=== Records provided ===

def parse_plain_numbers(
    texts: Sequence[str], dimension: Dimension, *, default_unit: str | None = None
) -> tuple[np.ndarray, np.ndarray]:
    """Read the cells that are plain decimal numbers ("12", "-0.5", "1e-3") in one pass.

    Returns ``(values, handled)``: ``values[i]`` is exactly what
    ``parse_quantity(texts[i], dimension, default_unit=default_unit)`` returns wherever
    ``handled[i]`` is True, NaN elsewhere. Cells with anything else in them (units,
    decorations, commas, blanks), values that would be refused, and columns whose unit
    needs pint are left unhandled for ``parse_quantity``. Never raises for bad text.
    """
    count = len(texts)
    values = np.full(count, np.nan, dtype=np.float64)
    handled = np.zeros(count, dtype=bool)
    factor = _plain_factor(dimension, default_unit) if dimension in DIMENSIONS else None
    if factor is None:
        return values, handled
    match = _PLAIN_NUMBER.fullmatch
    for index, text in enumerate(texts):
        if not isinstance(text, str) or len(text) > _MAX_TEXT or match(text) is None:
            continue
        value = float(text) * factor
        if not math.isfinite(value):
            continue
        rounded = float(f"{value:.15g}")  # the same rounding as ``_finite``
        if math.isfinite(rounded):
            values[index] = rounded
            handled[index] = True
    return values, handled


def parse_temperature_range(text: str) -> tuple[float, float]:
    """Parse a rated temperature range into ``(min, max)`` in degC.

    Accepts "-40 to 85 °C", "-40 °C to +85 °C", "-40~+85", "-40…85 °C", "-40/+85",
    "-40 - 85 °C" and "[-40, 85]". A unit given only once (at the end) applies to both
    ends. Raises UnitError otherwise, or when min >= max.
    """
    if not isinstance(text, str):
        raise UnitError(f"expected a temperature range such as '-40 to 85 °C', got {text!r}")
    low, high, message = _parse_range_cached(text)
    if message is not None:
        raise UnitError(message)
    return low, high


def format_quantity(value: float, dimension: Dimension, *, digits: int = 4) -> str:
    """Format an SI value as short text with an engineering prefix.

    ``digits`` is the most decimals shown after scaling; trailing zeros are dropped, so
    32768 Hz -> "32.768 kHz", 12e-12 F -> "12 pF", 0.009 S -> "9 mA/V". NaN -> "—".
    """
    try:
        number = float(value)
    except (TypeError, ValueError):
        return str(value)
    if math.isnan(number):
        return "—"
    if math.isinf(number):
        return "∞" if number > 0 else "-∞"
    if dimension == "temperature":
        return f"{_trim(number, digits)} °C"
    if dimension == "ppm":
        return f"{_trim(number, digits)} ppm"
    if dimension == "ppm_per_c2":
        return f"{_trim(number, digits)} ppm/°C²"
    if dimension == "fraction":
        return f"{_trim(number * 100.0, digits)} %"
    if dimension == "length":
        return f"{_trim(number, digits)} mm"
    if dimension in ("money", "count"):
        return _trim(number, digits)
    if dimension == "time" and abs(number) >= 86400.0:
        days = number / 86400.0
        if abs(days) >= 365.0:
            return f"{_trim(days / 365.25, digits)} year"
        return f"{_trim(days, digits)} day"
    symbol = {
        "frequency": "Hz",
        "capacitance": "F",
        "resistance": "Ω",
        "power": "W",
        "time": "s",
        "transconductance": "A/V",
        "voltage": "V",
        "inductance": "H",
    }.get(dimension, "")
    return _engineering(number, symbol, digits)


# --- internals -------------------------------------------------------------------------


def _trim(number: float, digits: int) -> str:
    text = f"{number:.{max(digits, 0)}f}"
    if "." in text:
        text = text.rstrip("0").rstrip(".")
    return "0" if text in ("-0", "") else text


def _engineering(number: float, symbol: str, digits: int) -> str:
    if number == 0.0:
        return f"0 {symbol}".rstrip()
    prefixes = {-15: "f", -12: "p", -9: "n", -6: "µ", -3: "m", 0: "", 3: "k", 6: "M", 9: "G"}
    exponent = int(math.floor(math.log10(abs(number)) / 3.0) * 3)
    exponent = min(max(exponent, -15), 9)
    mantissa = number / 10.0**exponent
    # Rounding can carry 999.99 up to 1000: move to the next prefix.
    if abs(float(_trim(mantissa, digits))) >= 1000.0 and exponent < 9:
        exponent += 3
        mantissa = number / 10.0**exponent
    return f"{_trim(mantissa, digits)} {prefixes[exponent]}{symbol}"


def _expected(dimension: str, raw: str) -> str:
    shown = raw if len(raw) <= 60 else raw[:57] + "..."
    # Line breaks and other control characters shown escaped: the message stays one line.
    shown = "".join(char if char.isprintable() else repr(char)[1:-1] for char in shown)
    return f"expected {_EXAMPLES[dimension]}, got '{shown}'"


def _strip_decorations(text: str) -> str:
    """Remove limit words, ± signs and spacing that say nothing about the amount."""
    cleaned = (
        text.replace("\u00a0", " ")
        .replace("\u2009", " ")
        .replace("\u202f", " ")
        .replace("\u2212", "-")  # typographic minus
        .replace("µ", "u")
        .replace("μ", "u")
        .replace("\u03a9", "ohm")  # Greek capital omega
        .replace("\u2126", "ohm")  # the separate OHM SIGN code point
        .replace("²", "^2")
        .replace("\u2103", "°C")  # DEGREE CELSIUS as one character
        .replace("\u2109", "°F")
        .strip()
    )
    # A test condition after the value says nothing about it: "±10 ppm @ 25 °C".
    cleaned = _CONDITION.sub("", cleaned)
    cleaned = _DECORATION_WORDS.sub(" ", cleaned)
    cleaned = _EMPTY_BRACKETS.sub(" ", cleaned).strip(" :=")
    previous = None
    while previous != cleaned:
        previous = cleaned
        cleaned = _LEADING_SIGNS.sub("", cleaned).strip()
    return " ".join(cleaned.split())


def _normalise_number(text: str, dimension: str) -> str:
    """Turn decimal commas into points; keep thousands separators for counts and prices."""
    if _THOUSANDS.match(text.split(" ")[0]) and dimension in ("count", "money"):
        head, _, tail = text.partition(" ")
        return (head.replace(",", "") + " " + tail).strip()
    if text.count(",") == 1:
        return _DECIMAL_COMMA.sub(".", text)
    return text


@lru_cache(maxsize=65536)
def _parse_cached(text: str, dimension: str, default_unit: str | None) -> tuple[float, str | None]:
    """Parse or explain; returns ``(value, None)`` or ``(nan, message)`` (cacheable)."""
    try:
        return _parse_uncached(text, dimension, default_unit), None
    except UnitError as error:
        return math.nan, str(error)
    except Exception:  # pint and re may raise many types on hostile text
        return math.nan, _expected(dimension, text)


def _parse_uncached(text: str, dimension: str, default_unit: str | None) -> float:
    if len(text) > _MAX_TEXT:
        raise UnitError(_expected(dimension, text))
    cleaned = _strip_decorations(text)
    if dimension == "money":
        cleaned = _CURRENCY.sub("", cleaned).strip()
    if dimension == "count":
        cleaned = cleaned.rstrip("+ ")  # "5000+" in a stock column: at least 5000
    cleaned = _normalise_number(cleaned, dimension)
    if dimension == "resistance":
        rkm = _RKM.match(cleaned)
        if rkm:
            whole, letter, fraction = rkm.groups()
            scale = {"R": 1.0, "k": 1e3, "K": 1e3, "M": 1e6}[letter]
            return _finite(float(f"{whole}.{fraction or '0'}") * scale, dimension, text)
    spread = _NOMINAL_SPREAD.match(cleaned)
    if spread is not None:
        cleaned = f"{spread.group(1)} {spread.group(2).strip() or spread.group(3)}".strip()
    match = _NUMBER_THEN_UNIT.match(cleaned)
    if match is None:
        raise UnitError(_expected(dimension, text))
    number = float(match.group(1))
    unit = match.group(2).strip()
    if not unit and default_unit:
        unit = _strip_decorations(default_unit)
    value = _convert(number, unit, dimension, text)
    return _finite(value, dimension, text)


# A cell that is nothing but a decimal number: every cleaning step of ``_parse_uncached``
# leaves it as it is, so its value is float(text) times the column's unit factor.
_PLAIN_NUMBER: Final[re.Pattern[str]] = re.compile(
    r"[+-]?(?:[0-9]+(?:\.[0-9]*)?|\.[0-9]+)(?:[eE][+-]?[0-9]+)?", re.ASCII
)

===
=== Records provided ===

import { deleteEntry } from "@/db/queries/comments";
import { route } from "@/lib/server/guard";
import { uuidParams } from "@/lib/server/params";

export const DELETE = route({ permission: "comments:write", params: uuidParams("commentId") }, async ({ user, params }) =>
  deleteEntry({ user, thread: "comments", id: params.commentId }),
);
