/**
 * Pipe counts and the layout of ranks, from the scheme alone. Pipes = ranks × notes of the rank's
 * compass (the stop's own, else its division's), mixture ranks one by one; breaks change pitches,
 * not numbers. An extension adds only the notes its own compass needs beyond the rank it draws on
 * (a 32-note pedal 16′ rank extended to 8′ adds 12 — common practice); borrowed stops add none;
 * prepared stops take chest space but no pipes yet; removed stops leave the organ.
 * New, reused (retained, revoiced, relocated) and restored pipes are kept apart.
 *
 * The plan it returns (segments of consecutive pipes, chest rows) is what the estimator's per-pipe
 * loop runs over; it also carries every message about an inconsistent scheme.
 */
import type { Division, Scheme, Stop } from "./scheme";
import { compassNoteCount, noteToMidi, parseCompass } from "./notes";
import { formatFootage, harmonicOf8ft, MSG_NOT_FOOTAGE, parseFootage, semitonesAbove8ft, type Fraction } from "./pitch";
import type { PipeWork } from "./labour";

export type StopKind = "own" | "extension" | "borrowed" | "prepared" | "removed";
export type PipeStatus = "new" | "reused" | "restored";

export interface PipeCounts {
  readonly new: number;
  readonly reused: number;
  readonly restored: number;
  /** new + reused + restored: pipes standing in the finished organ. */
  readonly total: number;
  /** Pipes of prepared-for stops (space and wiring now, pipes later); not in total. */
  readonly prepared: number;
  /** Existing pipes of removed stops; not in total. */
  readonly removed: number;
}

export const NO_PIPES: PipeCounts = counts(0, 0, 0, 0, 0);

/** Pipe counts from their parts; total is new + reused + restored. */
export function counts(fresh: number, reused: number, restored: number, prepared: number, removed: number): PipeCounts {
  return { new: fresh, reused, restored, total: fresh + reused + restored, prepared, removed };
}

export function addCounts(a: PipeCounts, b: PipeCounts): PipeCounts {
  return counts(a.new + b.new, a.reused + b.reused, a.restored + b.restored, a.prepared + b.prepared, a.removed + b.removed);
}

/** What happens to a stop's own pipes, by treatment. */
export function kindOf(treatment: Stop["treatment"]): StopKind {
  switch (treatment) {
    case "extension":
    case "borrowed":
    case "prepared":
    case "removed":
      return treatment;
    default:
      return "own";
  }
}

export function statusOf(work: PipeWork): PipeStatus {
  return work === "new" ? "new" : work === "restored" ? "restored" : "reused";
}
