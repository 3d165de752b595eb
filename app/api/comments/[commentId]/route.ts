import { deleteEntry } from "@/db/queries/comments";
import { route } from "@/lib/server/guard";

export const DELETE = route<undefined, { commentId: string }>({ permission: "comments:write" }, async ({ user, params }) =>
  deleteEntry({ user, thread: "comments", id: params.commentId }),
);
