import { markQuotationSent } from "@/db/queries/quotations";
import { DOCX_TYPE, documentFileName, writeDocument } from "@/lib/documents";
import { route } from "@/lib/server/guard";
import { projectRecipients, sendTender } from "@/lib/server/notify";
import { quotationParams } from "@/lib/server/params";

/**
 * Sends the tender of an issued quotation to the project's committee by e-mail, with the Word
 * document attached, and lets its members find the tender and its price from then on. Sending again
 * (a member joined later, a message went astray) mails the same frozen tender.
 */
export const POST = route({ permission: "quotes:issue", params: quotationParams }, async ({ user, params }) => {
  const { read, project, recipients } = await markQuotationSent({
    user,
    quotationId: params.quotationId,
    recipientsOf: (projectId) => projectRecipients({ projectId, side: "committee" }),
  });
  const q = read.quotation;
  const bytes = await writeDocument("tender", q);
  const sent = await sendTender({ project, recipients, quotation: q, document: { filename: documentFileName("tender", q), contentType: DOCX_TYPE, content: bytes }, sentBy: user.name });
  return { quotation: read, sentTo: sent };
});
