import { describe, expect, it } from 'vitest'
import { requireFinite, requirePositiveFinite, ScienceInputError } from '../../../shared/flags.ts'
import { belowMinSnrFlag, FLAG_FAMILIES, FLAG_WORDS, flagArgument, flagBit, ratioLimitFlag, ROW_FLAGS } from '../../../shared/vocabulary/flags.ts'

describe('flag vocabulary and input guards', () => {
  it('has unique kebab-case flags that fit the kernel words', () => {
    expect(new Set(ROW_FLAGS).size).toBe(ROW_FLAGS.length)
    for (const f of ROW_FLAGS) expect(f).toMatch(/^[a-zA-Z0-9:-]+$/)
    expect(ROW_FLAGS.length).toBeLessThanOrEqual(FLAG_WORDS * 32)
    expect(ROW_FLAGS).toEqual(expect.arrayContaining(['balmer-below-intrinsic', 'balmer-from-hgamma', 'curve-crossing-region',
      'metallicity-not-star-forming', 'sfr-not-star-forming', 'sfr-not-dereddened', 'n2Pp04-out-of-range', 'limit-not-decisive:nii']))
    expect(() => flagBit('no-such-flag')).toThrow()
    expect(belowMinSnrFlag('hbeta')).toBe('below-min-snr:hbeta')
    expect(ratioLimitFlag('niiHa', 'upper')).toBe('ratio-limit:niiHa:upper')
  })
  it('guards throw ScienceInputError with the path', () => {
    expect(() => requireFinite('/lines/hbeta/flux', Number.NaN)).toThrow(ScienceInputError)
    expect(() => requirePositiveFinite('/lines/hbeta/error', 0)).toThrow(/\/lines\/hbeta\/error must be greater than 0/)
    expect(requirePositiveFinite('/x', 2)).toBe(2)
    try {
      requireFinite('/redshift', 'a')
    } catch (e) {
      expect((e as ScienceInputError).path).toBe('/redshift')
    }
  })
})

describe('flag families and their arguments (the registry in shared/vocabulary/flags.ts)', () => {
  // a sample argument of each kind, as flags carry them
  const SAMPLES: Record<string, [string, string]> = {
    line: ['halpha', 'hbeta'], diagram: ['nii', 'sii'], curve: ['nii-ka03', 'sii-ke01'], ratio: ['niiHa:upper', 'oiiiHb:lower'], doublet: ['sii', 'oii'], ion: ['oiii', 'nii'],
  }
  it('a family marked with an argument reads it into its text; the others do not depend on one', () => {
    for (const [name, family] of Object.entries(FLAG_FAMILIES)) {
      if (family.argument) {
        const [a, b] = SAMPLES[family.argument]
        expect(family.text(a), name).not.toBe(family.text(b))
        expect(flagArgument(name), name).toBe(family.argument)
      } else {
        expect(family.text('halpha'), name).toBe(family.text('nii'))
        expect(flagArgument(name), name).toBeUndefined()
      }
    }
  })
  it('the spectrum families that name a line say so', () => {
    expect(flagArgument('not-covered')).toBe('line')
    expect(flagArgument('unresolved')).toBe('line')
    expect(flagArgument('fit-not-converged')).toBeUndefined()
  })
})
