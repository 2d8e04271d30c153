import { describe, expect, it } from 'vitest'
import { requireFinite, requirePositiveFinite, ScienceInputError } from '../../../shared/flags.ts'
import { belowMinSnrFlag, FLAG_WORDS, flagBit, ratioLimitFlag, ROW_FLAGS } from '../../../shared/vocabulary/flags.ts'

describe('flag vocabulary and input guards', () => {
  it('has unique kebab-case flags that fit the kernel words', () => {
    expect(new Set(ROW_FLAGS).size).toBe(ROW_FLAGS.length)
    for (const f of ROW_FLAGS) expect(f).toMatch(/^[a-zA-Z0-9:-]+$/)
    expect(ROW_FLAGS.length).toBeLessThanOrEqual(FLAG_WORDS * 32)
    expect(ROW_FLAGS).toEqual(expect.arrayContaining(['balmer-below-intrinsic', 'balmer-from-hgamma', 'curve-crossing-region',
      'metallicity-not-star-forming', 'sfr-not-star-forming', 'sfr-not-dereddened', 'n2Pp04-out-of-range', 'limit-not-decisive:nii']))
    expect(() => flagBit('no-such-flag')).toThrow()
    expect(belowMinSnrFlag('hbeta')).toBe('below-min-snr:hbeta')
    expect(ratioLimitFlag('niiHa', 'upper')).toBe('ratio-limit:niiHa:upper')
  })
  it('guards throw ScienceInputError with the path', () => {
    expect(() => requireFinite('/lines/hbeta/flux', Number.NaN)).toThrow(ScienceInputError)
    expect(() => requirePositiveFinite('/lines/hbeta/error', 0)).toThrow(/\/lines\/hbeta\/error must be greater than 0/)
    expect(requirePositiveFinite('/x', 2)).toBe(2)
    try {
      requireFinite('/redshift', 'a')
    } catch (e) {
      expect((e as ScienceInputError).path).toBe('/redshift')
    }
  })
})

===

Exercise: Please give back, exactly as it stands above, the stretch from the line with "cleaned = _normalise_number(cleaned, dimension)" through the line with "scale, dimension, text)", and no line outside it.

Exercise solution:
    cleaned = _normalise_number(cleaned, dimension)
    if dimension == "resistance":
        rkm = _RKM.match(cleaned)
        if rkm:
            whole, letter, fraction = rkm.groups()
            scale = {"R": 1.0, "k": 1e3, "K": 1e3, "M": 1e6}[letter]
            return _finite(float(f"{whole}.{fraction or '0'}") * scale, dimension, text)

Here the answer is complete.